Input material section start

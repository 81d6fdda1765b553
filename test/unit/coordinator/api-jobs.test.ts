import { join } from 'node:path';
import { afterEach, beforeEach, describe, expect, it } from 'vitest';
import { jobList, processDescription, processList, statusInfo } from '../../../services/coordinator/api/schemas.ts';
import { progressOf } from '../../../services/coordinator/api/status-info.ts';
import { BasinloomError } from '../../../shared/contract/errors.ts';
import { type ApiServer, apiServer, EXECUTION } from '../../support/api-server.ts';

// Clauses are those of OGC API - Processes - Part 1: Core, OGC 18-062r2.
const OGC = 'http://www.opengis.net/def/exceptions/ogcapi-processes-1/1.0';

let server: ApiServer;
beforeEach(async () => {
  server = await apiServer();
});
afterEach(() => server.close());

const basinFile = () => join(server.root, 'basin.yaml');
const json = async (path: string) => (await server.fetch(path)).json();
const statusOf = async (id: string) => statusInfo.strict().parse(await json(`/jobs/${id}`));
const counts = (total: number, done: number, kept = 0, setAside = 0) => ({ total, done, kept, setAside });

describe('starting a run', () => {
  it('answers 201 with its address and its status', async () => {
    const out = join(server.root, 'out/2025');
    const body = { inputs: { basinFile: `${server.root}/out/../basin.yaml`, set: { 'grid.tile': '256' }, out } };
    const answer = await server.send('POST', EXECUTION, body);
    // /req/core/job-creation-success-async: 201, header Location, statusInfo
    expect(answer.status).toBe(201);
    const info = statusInfo.strict().parse(await answer.json());
    expect(answer.headers.get('location')).toBe(`/jobs/${info.jobID}`);
    expect(info).toMatchObject({ processID: 'basin-run', type: 'process', status: 'accepted', progress: 0 });
    expect(await json(answer.headers.get('location') ?? '')).toEqual(info);
    // The paths were made plain before they were passed on.
    expect(server.runs.started).toEqual([{ basinFile: basinFile(), set: { 'grid.tile': '256' }, out }]);
  });

  it('is described with its inputs and outputs', async () => {
    // /req/core/process-list-success, /req/ogc-process-description/json-encoding
    const { processes } = processList.parse(await json('/processes'));
    expect(processes.map(({ id }) => id)).toEqual(['basin-run']);
    const description = processDescription.parse(await json('/processes/basin-run'));
    expect(description.jobControlOptions).toEqual(['async-execute', 'dismiss']);
    expect(Object.keys(description.inputs)).toEqual(['basinFile', 'set', 'out']);
    expect(description.inputs.basinFile).toMatchObject({ minOccurs: 1, schema: { type: 'string' } });
    expect(description.inputs.out).toMatchObject({ minOccurs: 0, schema: { type: 'string' } });
    expect(description.links.find(({ rel }) => rel?.endsWith('/execute'))?.href).toBe(EXECUTION);
    for (const { title, description: text } of Object.values(description.inputs)) expect(title && text).toBeTruthy();
  });
});

describe('the status of a run', () => {
  it('follows its record', async () => {
    const stages = { terrain: counts(4, 4), prepare: counts(10, 2, 2, 1) };
    server.runs.add('r1', { stages, leftOut: 3 });
    // Table 14 (statusInfo): jobID, processID, type, status, message, created, started, finished, updated, progress
    expect(await statusOf('r1')).toMatchObject({
      jobID: 'r1',
      processID: 'basin-run',
      type: 'process',
      status: 'running',
      message: 'in stage prepare',
      created: '2025-06-01T00:00:00.000Z',
      started: '2025-06-01T00:00:00.000Z',
      updated: '2025-06-01T00:01:00.000Z',
      progress: 21,
      stages,
      setAside: 3,
    });
    expect(await statusOf('r1')).not.toHaveProperty('finished');
    expect((await statusOf('r1')).links.map(({ rel }) => rel)).toEqual(['self', 'related', 'monitor']);
  });

  it.each([
    ['complete', 'successful', 100],
    ['complete-with-gaps', 'successful', 100],
    ['stopped', 'dismissed', 0],
    ['failed', 'failed', 0],
  ] as const)('of state %s is %s', async (state, status, progress) => {
    const error = new BasinloomError('NOTHING_TO_DO', { from: 'a', to: 'b', reasons: '' }).toRecord();
    server.runs.add('r1', { state, ...(state === 'failed' && { error }) });
    const info = await statusOf('r1');
    expect(info).toMatchObject({ status, progress, finished: '2025-06-01T00:01:00.000Z' });
    // /req/core/job-success; a link to the results when there are some
    expect(info.links.some(({ rel }) => rel === 'http://www.opengis.net/def/rel/ogc/1.0/results')).toBe(
      progress === 100,
    );
    if (state === 'failed') expect(info.exception).toMatchObject({ code: 'NOTHING_TO_DO', status: 422 });
    else expect(info).not.toHaveProperty('exception');
  });

  it('of an unknown run is a problem of the type that the standard gives it', async () => {
    // /req/core/job-exception/no-such-job
    for (const path of ['/jobs/nobody', '/jobs/nobody/results', '/jobs/nobody/failures', '/jobs/nobody/events']) {
      const answer = await server.fetch(path);
      expect(answer.status, path).toBe(404);
      expect(await answer.json()).toMatchObject({ type: `${OGC}/no-such-job`, code: 'RUN_NOT_FOUND' });
    }
    expect((await server.send('DELETE', '/jobs/nobody')).status).toBe(404);
    expect((await server.send('POST', '/jobs/nobody/rerun')).status).toBe(404);
  });

  it('never goes back in progress while a run goes on', () => {
    const of = (stages: Parameters<typeof progressOf>[0]['stages']) => progressOf({ state: 'running', stages });
    const terrain = counts(4, 4);
    const prepare = counts(10, 10);
    const flux = counts(10, 10);
    const way = [
      {},
      { terrain: counts(4, 0) },
      { terrain },
      { terrain, prepare: counts(10, 5) },
      { terrain, prepare, calibrate: counts(2, 1) },
      { terrain, prepare, flux },
      { terrain, prepare, flux, overlap: counts(0, 0), day: counts(4, 4), tally: counts(1, 1), mosaic: counts(5, 5) },
      {
        terrain,
        prepare,
        flux,
        overlap: counts(0, 0),
        day: counts(4, 4),
        tally: counts(1, 1),
        integrate: counts(4, 2),
      },
      { terrain, prepare, flux, day: counts(4, 4), integrate: counts(4, 4), tally: counts(3, 0), mosaic: counts(5, 0) },
      { terrain, prepare, flux, day: counts(4, 4), integrate: counts(4, 4), publish: counts(1, 1) },
    ].map(of);
    expect(way).toEqual([...way].sort((a, b) => a - b));
    expect(way[0]).toBe(0);
    expect(way.at(-1)).toBe(99);
    // A basin without terrain loses nothing by it.
    expect(of({ prepare })).toBe(of({ terrain, prepare }));
  });
});

describe('the list of runs', () => {
  it('comes in pages, newest first, each run once though new ones start', async () => {
    for (let index = 0; index < 25; index++) server.runs.add(`r${index}`);
    const seen: string[] = [];
    let next: string | undefined = '/jobs?limit=10';
    let pages = 0;
    while (next) {
      const page = jobList.strict().parse(await json(next));
      // /req/job-list/limit-response, /req/job-list/links
      expect(page.jobs.length).toBeLessThanOrEqual(10);
      expect(page.links.find(({ rel }) => rel === 'self')).toBeDefined();
      seen.push(...page.jobs.map(({ jobID }) => jobID));
      next = page.links.find(({ rel }) => rel === 'next')?.href;
      server.runs.add(`new${pages++}`);
    }
    expect(pages).toBe(3);
    expect(seen).toEqual(Array.from({ length: 25 }, (_, index) => `r${24 - index}`));
    expect(jobList.parse(await json('/jobs')).jobs).toHaveLength(10);
  });

  it('can be cut down to statuses, over pages too', async () => {
    for (let index = 0; index < 9; index++) server.runs.add(`r${index}`, { state: index % 3 ? 'complete' : 'failed' });
    server.runs.add('live', { stages: { prepare: counts(1, 0) } });
    const ids = async (path: string) => {
      const { jobs, links } = jobList.parse(await json(path));
      return { ids: jobs.map(({ jobID }) => jobID), next: links[1]?.href ?? '' };
    };
    // /req/job-list/status-response: several values, any of which holds
    expect((await ids('/jobs?status=failed')).ids).toEqual(['r6', 'r3', 'r0']);
    expect((await ids('/jobs?status=failed,running')).ids).toEqual(['live', 'r6', 'r3', 'r0']);
    expect((await ids('/jobs?status=failed&status=running')).ids).toEqual(['live', 'r6', 'r3', 'r0']);
    const first = await ids('/jobs?status=failed&status=running&limit=2');
    expect(first.ids).toEqual(['live', 'r6']);
    expect((await ids(first.next)).ids).toEqual(['r3', 'r0']);
    expect((await ids('/jobs?processID=other')).ids).toEqual([]);
    expect((await ids('/jobs?type=process&processID=basin-run&status=running')).ids).toEqual(['live']);
  });

  it('and each status stand five hundred readers at once', async () => {
    for (let index = 0; index < 20; index++) server.runs.add(`r${index}`, { leftOut: index });
    const answers = await Promise.all(Array.from({ length: 500 }, (_, index) => statusOf(`r${index % 20}`)));
    answers.forEach(({ jobID, setAside }, index) => {
      expect([jobID, setAside]).toEqual([`r${index % 20}`, index % 20]);
    });
  });
});

describe('stopping and repeating', () => {
  it('dismisses a run that goes on, and leaves one that has ended', async () => {
    server.runs.add('live');
    server.runs.add('done', { state: 'complete' });
    const answer = await server.send('DELETE', '/jobs/live');
    // /req/dismiss/job-dismiss-success: 200, statusInfo, status dismissed
    expect(answer.status).toBe(200);
    expect(statusInfo.parse(await answer.json()).status).toBe('dismissed');
    expect((await statusOf('live')).status).toBe('dismissed');
    expect(await (await server.send('DELETE', '/jobs/done')).json()).toMatchObject({ status: 'successful' });
  });

  it('runs the same request again as a new job', async () => {
    const request = { basinFile: basinFile(), set: { 'grid.tile': '256' } };
    server.runs.add('old', { state: 'complete-with-gaps' }, request);
    const answer = await server.send('POST', '/jobs/old/rerun');
    expect(answer.status).toBe(201);
    const { jobID } = statusInfo.parse(await answer.json());
    expect(jobID).not.toBe('old');
    expect(answer.headers.get('location')).toBe(`/jobs/${jobID}`);
    expect(server.runs.started).toEqual([request]);
  });

  it('looks again at what the old request names', async () => {
    server.runs.add('old', { state: 'failed' }, { basinFile: join(server.outside, 'basin.yaml') });
    server.runs.add('changed', { state: 'failed' }, { basinFile: basinFile(), out: '/var/lib/x' });
    for (const id of ['old', 'changed']) {
      const answer = await server.send('POST', `/jobs/${id}/rerun`);
      expect(answer.status).toBe(403);
      expect(await answer.json()).toMatchObject({ code: 'PATH_OUTSIDE' });
    }
    expect(server.runs.started).toEqual([]);
  });
});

Input material section end

*Problem to solve:* Without changing anything, quote the lines from the top of the data to the line that contains "ApiServer, apiServer, EXECUTION", including that line.

*Written response:*
repository 81d6fdda1765b553
filename test/unit/coordinator/api-jobs.test.ts
import { join } from 'node:path';
import { afterEach, beforeEach, describe, expect, it } from 'vitest';
import { jobList, processDescription, processList, statusInfo } from '../../../services/coordinator/api/schemas.ts';
import { progressOf } from '../../../services/coordinator/api/status-info.ts';
import { BasinloomError } from '../../../shared/contract/errors.ts';
import { type ApiServer, apiServer, EXECUTION } from '../../support/api-server.ts';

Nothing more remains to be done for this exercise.